Que el hambriento reciba su alimento, que el cautivo sea liberado, que el odio sea desechado, que el género humano sea salvado… que todos tengan vida… vida en abundancia… vida eterna. Mis caminos no son vuestros caminos, dice el Señor. La liberación y salvación del mundo no se produce por leyes o por voluntarismos altruistas o por tecnócratas. Se logra cuando la persona humana, aún en su máxima humillación social, descubre la verdad de su dignidad y el motivo de su existir… entonces puede ser libre y salvada.
El que ha entrado en la verdadera y vital relación con Jesús sabe que la fe no es una ideología más, sino la apertura incondicional de dos que se miran cuya relación se basa en la mutua confianza y en el mutuo don. Por eso, el evangelizador se entrega incondicionalmente, no para adaptar el evangelio a su mentalidad, sino para proponer sin tamices el encuentro con Jesucristo y facilitarlo. Por eso no se ahorrará ni su misma vida ni se quedará atado a sus intereses particulares… pues buscará la verdadera y única salvación posible para cuantos le rodean.
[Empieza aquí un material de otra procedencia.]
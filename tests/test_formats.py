"""JSON and HTML forms of the review, and re-review after a change (--since)."""

from __future__ import annotations

import json
import re
from pathlib import Path

from reviewer.cli import main

from .conftest import SAMPLES

NO_GO = SAMPLES / "allotment-cargo-trike.toml"


def test_json_carries_numbers_units_verdict_and_fingerprints(tmp_path: Path) -> None:
    out = tmp_path / "r.json"
    assert main(["review", str(NO_GO), "--format", "json", "-o", str(out)]) == 1
    data = json.loads(out.read_text())
    assert data["format"] == "firstride-review" and data["format_version"] == 1
    assert data["verdict"] == "no-go"
    assert re.fullmatch(r"[0-9a-f]{64}", data["build"]["sha256"])
    assert data["build"]["fields"]["battery.cells_series"] == 10
    measured = [f["measured"] for f in data["findings"] if f["measured"]]
    assert measured and all(("value" in m and "unit" in m) or "text" in m for m in measured)
    assert any(f["severity"] == "stop" for f in data["findings"])
    assert data["figures"]


def test_html_is_one_inert_self_contained_page(tmp_path: Path) -> None:
    build = tmp_path / "b.toml"
    text = NO_GO.read_text().replace(
        'name = "Allotment Cargo Trike"', 'name = "<script>alert(1)</script><img src=x onerror=y>"'
    )
    build.write_text(text)
    out = tmp_path / "r.html"
    main(["review", str(build), "--format", "html", "-o", str(out)])
    page = out.read_text()
    assert page.startswith("<!DOCTYPE html>")
    assert "<script" not in page.lower()
    assert not re.search(r"<[^>]+\son\w+\s*=", page, re.IGNORECASE)  # no event attribute
    assert "&lt;script&gt;" in page
    assert not re.search(r"""(src|href)\s*=\s*["']?(https?:)?//""", page)  # nothing fetched
    assert "@media print" in page
    assert "<table>" in page


def test_since_reports_resolved_new_and_changed_fields(tmp_path: Path) -> None:
    previous = tmp_path / "prev.json"
    main(["review", str(NO_GO), "--format", "json", "-o", str(previous)])
    changed = tmp_path / "b.toml"
    # fit a hard case and a proper enclosure; the rest stays
    changed.write_text(
        NO_GO.read_text()
        .replace("battery_hard_case = false", "battery_hard_case = true")
        .replace('battery_ip = "IP21"', 'battery_ip = "IP54"')
    )
    out = tmp_path / "r.json"
    main(["review", str(changed), "--since", str(previous), "--format", "json", "-o", str(out)])
    changes = json.loads(out.read_text())["changes"]
    resolved = {(c["rule_id"], c["subject"]) for c in changes["resolved"]}
    assert ("enclosure.ingress", "battery housing") in resolved
    assert ("enclosure.ingress", "battery enclosure") in resolved
    fields = {c["field"]: (c["before"], c["after"]) for c in changes["fields"]}
    assert fields == {
        "enclosure.battery_hard_case": ("false", "true"),
        "enclosure.battery_ip": ("IP21", "IP54"),
    }
    md = tmp_path / "r.md"
    main(["review", str(changed), "--since", str(previous), "-o", str(md)])
    assert "## Changes since the previous review" in md.read_text()


def test_since_rejects_a_file_that_is_not_a_json_review(tmp_path: Path, capsys) -> None:
    bogus = tmp_path / "prev.json"
    bogus.write_text('{"format": "something else"}')
    assert main(["review", str(NO_GO), "--since", str(bogus)]) == 2
    assert "format" in capsys.readouterr().err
El evangelizador, el creyente, el hombre o mujer que está en relación con Jesucristo, que es una relación transformadora porque es trascendente, desea seguir procurando frutos de salvación, en favor del Dios vivo y del hombre y mujer por los que el Señor da su vida, que es eterna.
El Reino de Dios se pone en marcha como iniciativa y obra de Dios mismo. Jesucristo, el Evangelio de Dios, es quien lo acerca al mundo y lo pone en marcha contando con nosotros, los que le recibimos y acogemos. Cada uno llega a la fe, a la relación con Jesucristo, cuando llega. Unos antes y otros después. Pero todos tienen en su haber la herencia del Reino que a todos se ofrece gratuitamente, como un don… pero un don trascendente. Es del cielo, pero atañe a esta tierra. Contiene eternidad, pero se inicia y dinamiza en la historia… una historia que, así, se transforma en historia de salvación.
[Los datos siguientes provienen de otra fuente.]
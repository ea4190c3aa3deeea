"""The layout keeps its promises: a rule's module is found from its id, modules stay small,
imports only go one way, the test helpers import without pytest, every package is installed."""

from __future__ import annotations

import ast
import subprocess
import sys
import tomllib
from pathlib import Path

import firstride_rules
import pytest

from reviewer.plugins import default_manager

ROOT = Path(__file__).resolve().parent.parent
#: Where each import name's source lives in the tree.
PACKAGES = {"reviewer": ROOT / "reviewer", "firstride_rules": ROOT / "rules"}
MAX_LINES = 400


def _modules() -> dict[str, Path]:
    found = {}
    for name, folder in PACKAGES.items():
        for path in sorted(folder.rglob("*.py")):
            parts = path.relative_to(folder).with_suffix("").parts
            if parts[-1] == "__init__":
                parts = parts[:-1]
            found[".".join((name, *parts))] = path
    return found


def test_every_built_in_rule_lives_in_the_module_named_from_its_id() -> None:
    core = [r for r in default_manager().rules() if r.pack == "core"]
    assert {r.id for r in core} == set(firstride_rules.RULE_IDS)
    for rule in core:
        area, name = rule.id.split(".", 1)
        expected = f"firstride_rules.{area}.{name.replace('-', '_')}"
        assert rule.check.__module__ == expected, rule.id
        assert (ROOT / "rules" / area / f"{name.replace('-', '_')}.py").is_file()


def test_every_public_rule_module_holds_one_rule() -> None:
    """A module without a leading underscore in an area package is a rule: the next rule
    follows the layout, and helpers are named as helpers."""
    ids = set(firstride_rules.RULE_IDS)
    for area in sorted(p for p in (ROOT / "rules").iterdir() if (p / "__init__.py").is_file()):
        if area.name.startswith("_"):
            continue  # helpers several areas share
        for module in sorted(area.glob("[!_]*.py")):
            rule_id = f"{area.name}.{module.stem.replace('_', '-')}"
            assert rule_id in ids, f"{module.relative_to(ROOT)} is not a rule's module"


@pytest.mark.parametrize("module", sorted(_modules()))
def test_modules_stay_under_the_line_guide(module: str) -> None:
    lines = _modules()[module].read_text(encoding="utf-8").count("\n")
    assert lines <= MAX_LINES, f"{module}: {lines} lines"


def _imports(path: Path, module: str) -> set[str]:
    """Project modules this one imports at module level or in functions (TYPE_CHECKING-only
    imports excluded: they never run)."""
    tree = ast.parse(path.read_text(encoding="utf-8"))
    checking: set[int] = set()
    for node in ast.walk(tree):
        if isinstance(node, ast.If) and "TYPE_CHECKING" in ast.unparse(node.test):
            checking.update(id(n) for child in node.body for n in ast.walk(child))
    package = module if path.name == "__init__.py" else module.rpartition(".")[0]
    names: set[str] = set()
    for node in ast.walk(tree):
        if id(node) in checking:
            continue
        if isinstance(node, ast.Import):
            names.update(alias.name for alias in node.names)
        elif isinstance(node, ast.ImportFrom):
            base = node.module or ""
            if node.level:
                anchor = package.rsplit(".", node.level - 1)[0] if node.level > 1 else package
                base = f"{anchor}.{base}".rstrip(".")
            names.add(base)
            names.update(f"{base}.{alias.name}" for alias in node.names)
    return names


def test_no_import_cycle_between_modules() -> None:
    modules = _modules()
    graph = {
        name: sorted(
            target
            for target in _imports(path, name)
            if target in modules and target != name and not name.startswith(f"{target}.")
        )
        for name, path in modules.items()
    }
    state: dict[str, int] = {}
    cycle: list[str] = []

    def visit(node: str, trail: list[str]) -> bool:
        state[node] = 1
        for target in graph[node]:
            if state.get(target) == 1:
                cycle.extend([*trail[trail.index(target) :], target])
                return True
            if target not in state and visit(target, [*trail, target]):
                return True
        state[node] = 2
        return False

    for start in sorted(graph):
        if start not in state and visit(start, [start]):
            break
    assert not cycle, " -> ".join(cycle)


def test_the_test_helpers_import_without_pytest() -> None:
    code = "import sys; sys.modules['pytest'] = None; import reviewer.testing"
    done = subprocess.run([sys.executable, "-c", code], capture_output=True, text=True)
    assert done.returncode == 0, done.stderr


def test_every_package_in_the_tree_is_installed() -> None:
    listed = set(
        tomllib.loads((ROOT / "pyproject.toml").read_text())["tool"]["setuptools"]["packages"]
    )
    for name, path in _modules().items():
        if path.name == "__init__.py" and path.parent != ROOT / "templates":
            assert name in listed, f"{name} is missing from pyproject.toml's packages"


def test_the_fixtures_reach_tests_through_the_pytest_plugin(pack_manager, built_in_profile) -> None:
    # no conftest imports them: the pytest11 entry point does
    assert pack_manager.packs == {}
    assert built_in_profile.limit("speed.max_speed.adult").magnitude("km/h") == 25
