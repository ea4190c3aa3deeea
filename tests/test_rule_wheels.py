"""mechanical.wheels: each wheel's share of the load with a dynamic allowance, its speed rating
against the highest speed including the descent, and the deck's rated load."""

from __future__ import annotations

import copy
import math
from typing import Any

import pytest
from firstride_rules.mechanical.wheels import RULE

from reviewer.findings import Finding, Severity
from reviewer.testing import rule_outputs, run_rule_on, variant

from .test_rule_brake import KART

G, RHO = 9.80665, 1.225  # CGPM standard gravity; ISA sea-level air density

# An invented scooter on two rated wheels: the drive and riders of tests/test_rule_brake.py's kart.
SCOOTER: dict[str, Any] = {
    **{key: copy.deepcopy(value) for key, value in KART.items() if key != "brakes"},
    "vehicle": {"name": "test scooter", "kind": "scooter", "mass": "20 kg", "rated_load": "100 kg"},
    "wheels": [
        {"name": "front", "position": "front", "rated_load": "90 kg", "speed_rating": "60 km/h"},
        {"name": "rear", "position": "rear", "rated_load": "90 kg", "speed_rating": "60 km/h"},
    ],
    "usage": {"rolling_resistance": 0.01, "drag_area": "1.0 m^2", "steepest_grade": "10 %"},
}


def findings(data: dict[str, Any]) -> dict[str, Finding]:
    return {f.subject: f for f in run_rule_on(RULE, data)}


def test_the_load_of_each_wheel() -> None:
    # 100 kg (heaviest rider with the vehicle) x 0.6 on the more loaded axle x 1.5 for bumps
    # (the profile's common-practice figures) = 90 kg: exactly on a 90 kg rating passes
    wheel = findings(SCOOTER)["wheel 'front' load"]
    assert wheel.measured.m_as("kg") == pytest.approx(90.0)
    assert wheel.severity is Severity.PASS
    over = findings(variant(SCOOTER, wheels=[{**SCOOTER["wheels"][0], "rated_load": "89 kg"}]))
    assert over["wheel 'front' load"].severity is Severity.FIX
    pair = [{**SCOOTER["wheels"][0], "count": 2, "rated_load": "45 kg"}]
    assert findings(variant(SCOOTER, wheels=pair))["wheel 'front' load"].severity is Severity.PASS


def test_the_speed_rating_counts_the_descent() -> None:
    # terminal speed downhill where m g sin(theta) = m g Crr cos(theta) + 0.5 rho CdA v^2
    # (brief 14): downhill the heaviest rider is the fastest, 100 kg down 10 %
    theta = math.atan(0.10)
    coast = math.sqrt(100 * G * (math.sin(theta) - 0.01 * math.cos(theta)) / (0.5 * RHO))
    # above the motor's no-load ground speed (4200 rpm / 5 x pi x 0.2 m = 8.8 m/s) the drive
    # pulls nothing, so the 12 m/s it coasts to is the highest speed
    wheel = findings(SCOOTER)["wheel 'rear' speed rating"]
    assert wheel.measured.m_as("km/h") == pytest.approx(coast * 3.6, rel=1e-6)
    slow = [{**w, "speed_rating": "25 km/h"} for w in SCOOTER["wheels"]]
    assert findings(variant(SCOOTER, wheels=slow))["wheel 'rear' speed rating"].severity is (
        Severity.FIX
    )
    flat = findings(variant(SCOOTER, usage__steepest_grade=None))["wheel 'rear' speed rating"]
    assert flat.severity is Severity.UNASSESSED  # a pass on the flat speed settles nothing
    assert flat.missing == ("usage.steepest_grade",)


def test_the_deck_rated_load() -> None:
    assert findings(SCOOTER)["deck or frame load"].severity is Severity.PASS
    heavy = variant(SCOOTER, vehicle__rated_load="75 kg")
    assert findings(heavy)["deck or frame load"].severity is Severity.FIX
    _, _, notes = rule_outputs(RULE, variant(SCOOTER, vehicle__rated_load=None))
    assert any("vehicle.rated_load" in note.text for note in notes)


def test_missing_ratings_are_named() -> None:
    bare = variant(SCOOTER, wheels=[{"name": "front", "position": "front"}])
    found = findings(bare)
    assert found["wheel 'front' load"].missing == ("wheels[0].rated_load",)
    assert found["wheel 'front' speed rating"].missing == ("wheels[0].speed_rating",)
    (none,) = run_rule_on(RULE, variant(SCOOTER, wheels=None))
    assert none.missing == ("wheels",)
Aquí y ahora es el tiempo y el momento para trabajar en favor del Reino de Dios. Se trata de hablar de Dios porque antes se ha hablado con Dios. La tarea evangelizadora es un anuncio explícito y valiente que da a conocer la persona de Jesucristo, el Hijo de Dios, presente y vivo aquí y ahora. Porque es en el aquí y ahora donde las personas pueden buscar y encontrar a Dios. Más tarde puede ser demasiado tarde. Y la responsabilidad de que el Reino de Dios se malogre en la vida de alguien puede ser imputada a la indolencia, negligencia o manipulación del que, sabiendo que es un evangelizador… no evangeliza. El Reino de Dios se predica con palabras, desde luego, pero también con obras. La clave está en llevar una vida digna del evangelio de Cristo. Sin esa clave, la vida cristiana es disfrazada de ideología que no produce frutos de salvación porque no provoca el encuentro de las personas con Jesucristo, que es Dios.